The same could be said for all these Canadiens, goofy goalie and all.
They laugh at and with their goalie and, for that matter, with each other. They don’t buckle under pressure; they embrace it. With Caufield, a 51-goal scorer during the regular season, barely contributing offensively entering Game 3, they didn’t use it as an excuse and relied on depth scoring to get this deep into the second round. And when they went 26:55 without a shot in Game 7 in their first round sudden-death showdown with the Tampa Bay Lightning, they still found a way to win 2-1 on an Alex Newhook third-period goal that he swatted out of the air from behind the goal line that bounced off the back off goalie Andrei Vasilevskiy and into the net.
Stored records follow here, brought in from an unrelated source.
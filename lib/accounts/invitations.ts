import "server-only";
import bcrypt from "bcryptjs";
import type { Knex } from "knex";
import { db } from "@/lib/db";
import { env } from "@/lib/env";
import { AppError, conflict, notFound } from "@/lib/api/errors";
import { sendMail } from "@/lib/mail/outbox";
import type { Actor } from "@/lib/auth/queries";
import type { Role } from "@/lib/auth/roles";
import { BCRYPT_COST } from "./queries";
import { invitationMail } from "./mail-text";
import { INVITATION_DAYS, hashToken, newToken } from "./tokens";
import type { AcceptInvitationInput, InvitationInput } from "./schemas";
import type { Invitation } from "./types";


const PENDING_COLUMNS = [
  "id",
  "email",
  "role",
  "sent_at as sentAt",
  "expires_at as expiresAt",
  db.raw("expires_at <= now() as expired"),
];

const open = (q: Knex.QueryBuilder) => q.whereNull("accepted_at").whereNull("revoked_at");

export async function listPendingInvitations(groupId: string): Promise<Invitation[]> {
  return db("invitations").select(PENDING_COLUMNS).where({ group_id: groupId }).modify(open).orderBy("sent_at", "desc");
}

async function mailInvitation(actor: Actor, email: string, role: Role, token: string) {
  const link = `${env().APP_URL}/invite/${token}`;
  const mail = invitationMail({ groupName: actor.group.name, inviterName: actor.user.name, role, link, days: INVITATION_DAYS });
  await sendMail({ groupId: actor.group.id, to: email, kind: "invitation", ...mail });
}

export async function createInvitation(actor: Actor, input: InvitationInput): Promise<Invitation> {
  const member = await db("memberships as m")
    .join("users as u", "u.id", "m.user_id")
    .where({ "m.group_id": actor.group.id, "u.email": input.email })
    .first();
  if (member) {
    throw new AppError("invalid_input", "Some fields need another look.", {
      fields: { email: "This person is already a member of your group." },
    });
  }
  const { token, hash } = newToken();
  const [row] = await db("invitations")
    .insert({
      group_id: actor.group.id,
      email: input.email,
      role: input.role,
      token_hash: hash,
      invited_by: actor.user.id,
      expires_at: db.raw(`now() + interval '${INVITATION_DAYS} days'`),
    })
    .onConflict(db.raw("(group_id, email) where accepted_at is null and revoked_at is null"))
    .ignore()
    .returning<Invitation[]>(PENDING_COLUMNS);
  if (!row) throw conflict("This address already has an open invitation. Resend it from the list instead.", { rule: "already_invited" });
  await mailInvitation(actor, input.email, input.role, token);
  return row;
}

/** A fresh link and a fresh 7 days; the old link stops working. */
export async function resendInvitation(actor: Actor, id: string): Promise<Invitation> {
  const { token, hash } = newToken();
  const [row] = await db("invitations")
    .update({ token_hash: hash, sent_at: db.fn.now(), expires_at: db.raw(`now() + interval '${INVITATION_DAYS} days'`) })
    .where({ id, group_id: actor.group.id })
    .modify(open)
    .returning<Invitation[]>(PENDING_COLUMNS);
  if (!row) throw notFound("That invitation");
  await mailInvitation(actor, row.email, row.role, token);
  return row;
}

export async function revokeInvitation(groupId: string, id: string): Promise<void> {
  const count = await db("invitations").update({ revoked_at: db.fn.now() }).where({ id, group_id: groupId }).modify(open);
  if (!count) throw notFound("That invitation");
}

export interface InvitationView {
  id: string;
  email: string;
  role: Role;
  groupId: string;
  groupName: string;
  expired: boolean;
  hasAccount: boolean;
}

/** What the invitation page shows; null when the link is unknown, used or revoked. */
export async function findInvitationByToken(token: string): Promise<InvitationView | null> {
  const row = await db("invitations as i")
    .join("groups as g", "g.id", "i.group_id")
    .leftJoin("users as u", "u.email", "i.email")
    .select("i.id", "i.email", "i.role", "g.id as groupId", "g.name as groupName", db.raw("i.expires_at <= now() as expired"), db.raw("u.id is not null as \"hasAccount\""))
    .where("i.token_hash", hashToken(token))
    .whereNull("i.accepted_at")
    .whereNull("i.revoked_at")
    .first();
  return row ?? null;
}

const gone = () => notFound("That invitation link is not valid any more: it was used or withdrawn. Ask the organiser for a new one.");

/**
 * Accepts an invitation once. A new person sets name and password; someone with
 * an account must be signed in as the invited address, and only gets the group added.
 */
export async function acceptInvitation(input: AcceptInvitationInput, signedInUserId: string | null) {
  return db.transaction(async (trx) => {
    const inv = await trx("invitations").where({ token_hash: hashToken(input.token) }).whereNull("accepted_at").whereNull("revoked_at").forUpdate().first();
    if (!inv) throw gone();
    if (new Date(inv.expires_at).getTime() <= Date.now()) {
      throw conflict("This invitation has expired. Ask the organiser to send it again.", { rule: "expired" });
    }
    const existing = await trx("users").where({ email: inv.email }).first();
    let userId: string;
    if (existing) {
      if (!signedInUserId) throw new AppError("unauthenticated", `Sign in as ${inv.email} to accept this invitation.`);
      if (signedInUserId !== existing.id) {
        throw conflict(`This invitation is for ${inv.email}. Sign out and sign in with that address to accept it.`, { rule: "other_account" });
      }
      userId = existing.id;
    } else {
      const fields: Record<string, string> = {};
      if (!input.name) fields.name = "Enter your name.";
      if (!input.password) fields.password = "Choose a password.";
      if (Object.keys(fields).length) throw new AppError("invalid_input", "Some fields need another look.", { fields });
      const hash = await bcrypt.hash(input.password!, BCRYPT_COST);
      // The token came by e-mail to this address: accepting proves it.
      const [user] = await trx("users")
        .insert({ email: inv.email, name: input.name, password_hash: hash, email_verified_at: trx.fn.now() })
        .returning("id");
      userId = user.id;
    }
    await trx("memberships").insert({ group_id: inv.group_id, user_id: userId, role: inv.role }).onConflict(["group_id", "user_id"]).ignore();
    await trx("invitations").update({ accepted_at: trx.fn.now(), accepted_by: userId }).where({ id: inv.id });
    return { userId, groupId: inv.group_id as string, role: inv.role as Role, email: inv.email as string, newAccount: !existing };
  });
}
Dobes was greeted after that series victory with a shaving cream shower from his teammates. Coach Martin St. Louis’ postgame speech emulated a Leonardo DiCaprio scene from the hit movie “Wolf of Wall Street” punctuated by the phrase, “We’re not leaving!”
No, they’re not.
And with every passing day, with every game that takes them deeper into this playoff run, you can see their swagger and belief mushrooming, both on the ice and off.
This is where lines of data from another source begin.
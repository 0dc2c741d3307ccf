// How failed sign-ins are answered. Pure: the counts come from the database.
export const THROTTLE = {
  windowMinutes: 15,
  email: { slowAfter: 3, refuseAt: 10, stepMs: 250 },
  client: { slowAfter: 20, refuseAt: 50, stepMs: 100 },
  maxDelayMs: 2_000,
} as const;

export type ThrottleDecision =
  | { kind: "allow"; delayMs: number }
  | { kind: "refuse"; by: "email" | "client" };

/** Failures within the window for this e-mail and this client address → slow down or refuse. */
export function throttleDecision(emailFailures: number, clientFailures: number): ThrottleDecision {
  if (emailFailures >= THROTTLE.email.refuseAt) return { kind: "refuse", by: "email" };
  if (clientFailures >= THROTTLE.client.refuseAt) return { kind: "refuse", by: "client" };
  const byEmail = Math.max(0, emailFailures - THROTTLE.email.slowAfter + 1) * THROTTLE.email.stepMs;
  const byClient = Math.max(0, clientFailures - THROTTLE.client.slowAfter + 1) * THROTTLE.client.stepMs;
  return { kind: "allow", delayMs: Math.min(THROTTLE.maxDelayMs, Math.max(byEmail, byClient)) };
}

export function refusalMessage(by: "email" | "client", minutes: number): string {
  const wait = minutes <= 1 ? "a minute" : `${minutes} minutes`;
  return by === "email"
    ? `Too many failed sign-ins for this e-mail. Sign-in is paused: try again in ${wait}, or reset your password.`
    : `Too many failed sign-ins from this network. Sign-in is paused: try again in ${wait}.`;
}
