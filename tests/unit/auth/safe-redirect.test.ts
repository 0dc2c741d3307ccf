import { describe, expect, it } from "vitest";
import { isSafePath, keptCallbackUrl, safeCallbackUrl, safeRedirect } from "@/lib/auth/safe-redirect";

// The open-redirect shapes browsers read as another host: OWASP's
// "Unvalidated Redirects and Forwards Cheat Sheet" and the WHATWG URL
// standard's treatment of "\" as "/" in special URLs (from memory).
describe("safe redirects", () => {
  it("keeps same-site paths with their query and fragment", () => {
    for (const path of ["/", "/dashboard", "/drives/x?tab=map#top", "/a/b/../c"]) expect(safeRedirect(path, "/log")).toBe(path);
  });

  it("sends everything that could leave the site to the fallback", () => {
    const bad = ["//evil.example/", "/\\evil.example/", "/\\/evil.example", "https://evil.example/", "evil.example", "javascript:alert(1)",
      "/\tevil", "/\n/evil.example", "/ok\u0000", "/ok\u007f", "\\\\evil.example", " /dashboard", "", null, undefined, 42, ["/x"]];
    for (const target of bad) expect(safeRedirect(target, "/units")).toBe("/units");
  });

  it("falls back to / when the fallback itself is not a safe path", () => {
    expect(safeRedirect("//evil.example", "//evil.example")).toBe("/");
    expect(isSafePath("/\\evil.example/")).toBe(false);
  });

  it("keeps next-auth's callbackUrl on this site, absolute or relative, and survives one that is not a URL", () => {
    const base = "http://127.0.0.1:3000";
    expect(safeCallbackUrl("/dashboard", base)).toBe(`${base}/dashboard`);
    expect(safeCallbackUrl(`${base}/log?x=1`, base)).toBe(`${base}/log?x=1`);
    expect(safeCallbackUrl("https://evil.example/phish", base)).toBe(base);
    expect(safeCallbackUrl("/\\evil.example/", base)).toBe(base);
    expect(safeCallbackUrl("http://[::1", base)).toBe(base);
    expect(safeCallbackUrl("http://127.0.0.1:3001/", base)).toBe(base);
  });

  it("keeps a callbackUrl as it is only when it is safe, else replaces it by /", () => {
    const origins = ["http://127.0.0.1:3000"];
    expect(keptCallbackUrl("/log?x=1", origins)).toBe("/log?x=1");
    expect(keptCallbackUrl("http://127.0.0.1:3000/units", origins)).toBe("http://127.0.0.1:3000/units");
    for (const bad of ["http://[::1", "https://evil.example/", "/\\evil.example/", "http://127.0.0.1:3000//evil.example"]) expect(keptCallbackUrl(bad, origins)).toBe("/");
    expect(keptCallbackUrl("/", origins)).toBe("/");
  });
});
Make no mistake. These aren’t just kids enjoying the ride. After seven one-goal games against Tampa Bay followed by a 4-2 loss to the Sabres in Game 1, the Canadiens have become dominant. They’ve outscored Buffalo 11-3 in the past six periods. As Buffalo coach Lindy Ruff said afterwards: “They are a hell of a team.”
One that is dissecting the Sabres loosey-goosey structure and pouncing on mistakes.
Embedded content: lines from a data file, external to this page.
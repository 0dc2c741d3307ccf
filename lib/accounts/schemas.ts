import { z } from "zod";
import { ROLES } from "@/lib/auth/roles";

// Shared by the forms and the route handlers.
export const emailSchema = z
  .string({ message: "Enter an e-mail address." })
  .trim()
  .toLowerCase()
  .max(254, "That e-mail address is too long.")
  .email("Enter an e-mail address like name@example.org.");

export const passwordSchema = z
  .string({ message: "Choose a password." })
  .min(10, "Use at least 10 characters.")
  .max(200, "Use at most 200 characters.");

export const personNameSchema = z
  .string({ message: "Enter your name." })
  .trim()
  .min(1, "Enter your name.")
  .max(120, "Use at most 120 characters.");

export const roleSchema = z.enum(ROLES, { message: "Choose organiser, volunteer or builder." });

export const signUpInputSchema = z.object({
  name: personNameSchema,
  email: emailSchema,
  password: passwordSchema,
  groupName: z
    .string({ message: "Name your group." })
    .trim()
    .min(3, "Use at least 3 characters.")
    .max(120, "Use at most 120 characters."),
});
export type SignUpInput = z.infer<typeof signUpInputSchema>;

export const invitationInputSchema = z.object({ email: emailSchema, role: roleSchema });
export type InvitationInput = z.infer<typeof invitationInputSchema>;

export const tokenSchema = z.string({ message: "The link is incomplete." }).regex(/^[A-Za-z0-9_-]{32,64}$/, "The link is incomplete.");

/** Accepting: a new person sends name and password; someone already signed in sends only the token. */
export const acceptInvitationInputSchema = z.object({
  token: tokenSchema,
  name: personNameSchema.optional(),
  password: passwordSchema.optional(),
});
export type AcceptInvitationInput = z.infer<typeof acceptInvitationInputSchema>;

export const memberRoleInputSchema = z.object({ role: roleSchema });

/** Handing the organiser role to another member: what the one handing over becomes (or leaves). */
export const HAND_OVER_THEN = ["volunteer", "builder", "leave"] as const;
export const handOverInputSchema = z.object({
  then: z.enum(HAND_OVER_THEN, { message: "Choose what you become after handing over: volunteer, builder, or leave the group." }),
});
export type HandOverInput = z.infer<typeof handOverInputSchema>;

/** Leaving must be meant: the body says so ({confirm: true}), so no stray or generated request leaves by accident. */
export const leaveGroupInputSchema = z.object({ confirm: z.literal(true, { message: "Send confirm: true to leave the group." }) });

export const resetRequestInputSchema = z.object({ email: emailSchema });
export const resetConfirmInputSchema = z.object({ token: tokenSchema, password: passwordSchema });

export const switchGroupInputSchema = z.object({ groupId: z.string().uuid("Choose one of your groups.") });

/** The one answer to a reset request, known address or not. */
export const RESET_ANSWER =
  "If that address has a Cantrove account, a link to choose a new password is on its way. It works once, for an hour.";

export const verifyEmailInputSchema = z.object({ token: tokenSchema });
export const resendVerificationInputSchema = z.object({ email: emailSchema });

/** Thrown by sign-in after a matching password whose address is not proven yet; the form offers to send the link again. */
export const EMAIL_UNPROVEN = "Open the link we e-mailed to this address to finish setting up your account, then sign in.";

/** The one answer to a request for a new link, known address or not. */
export const RESEND_ANSWER =
  "If that address has an account still waiting for its link, a new link is on its way. Check your inbox and spam folder.";
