import "server-only";
import bcrypt from "bcryptjs";
import { db } from "@/lib/db";
import { env } from "@/lib/env";
import { notFound } from "@/lib/api/errors";
import { sendMail } from "@/lib/mail/outbox";
import { endSessions } from "@/lib/auth/queries";
import { BCRYPT_COST } from "./queries";
import { RESET_MAIL_RULE, mayMail } from "./mail-limits";
import { clearSignInTries } from "./sign-in-limits";
import { resetMail } from "./mail-text";
import { RESET_MINUTES, newToken, openLinkRow } from "./tokens";

/** Sends a reset link if the address has an account; says nothing either way. */
export async function requestPasswordReset(email: string): Promise<void> {
  const user = await db("users").where({ email }).first();
  if (!user) return;
  // A few links an hour are enough; more would let anyone flood someone's inbox.
  if (!(await mayMail(RESET_MAIL_RULE, user.email))) return;
  const { token, hash } = newToken();
  await db("password_resets").insert({ user_id: user.id, token_hash: hash, expires_at: db.raw(`now() + interval '${RESET_MINUTES} minutes'`) });
  const mail = resetMail({ link: `${env().APP_URL}/reset/${token}`, minutes: RESET_MINUTES });
  await sendMail({ groupId: null, to: user.email, kind: "password_reset", ...mail });
}

/**
 * Sets the new password once; every other open link of that person stops
 * working too. The link came by e-mail, so it also proves the address; every
 * session of the person ends (whoever else knew the old password is out), and
 * the failed sign-in counts of the address are cleared: the reset is the way
 * back in after a lockout.
 */
export async function confirmPasswordReset(token: string, password: string): Promise<void> {
  const hash = await bcrypt.hash(password, BCRYPT_COST);
  const email = await db.transaction(async (trx) => {
    const reset = await openLinkRow(trx, "password_resets", token);
    if (!reset) throw notFound("That reset link is not valid any more: it was used or it expired. Ask for a new one.");
    await trx("users")
      .update({ password_hash: hash, email_verified_at: trx.raw("coalesce(email_verified_at, now())") })
      .where({ id: reset.user_id });
    await endSessions(reset.user_id, trx);
    await trx("password_resets").update({ used_at: trx.fn.now() }).where({ user_id: reset.user_id }).whereNull("used_at");
    // password_resets.user_id is a foreign key: the person is there.
    return (await trx("users").select("email").where({ id: reset.user_id }).first())!.email;
  });
  await clearSignInTries(email);
}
“We’re just using our speed and trusting our process that we can take over a game with our whole five-man game,” Suzuki said. “They’re a team that thrives on the rush, so we try to limit those chances and forecheck them as hard as we can.”
“Right now, we are having success. And we want to keep it going.”
With a goofy goalie who’s only allowed seven goals through the first three games of this series.
With a deep roster that has featured 12 different goal-scorers through 10 playoff games.
And if the Sabres can’t adjust, the beat will go on for a Canadiens team that continues to ascend.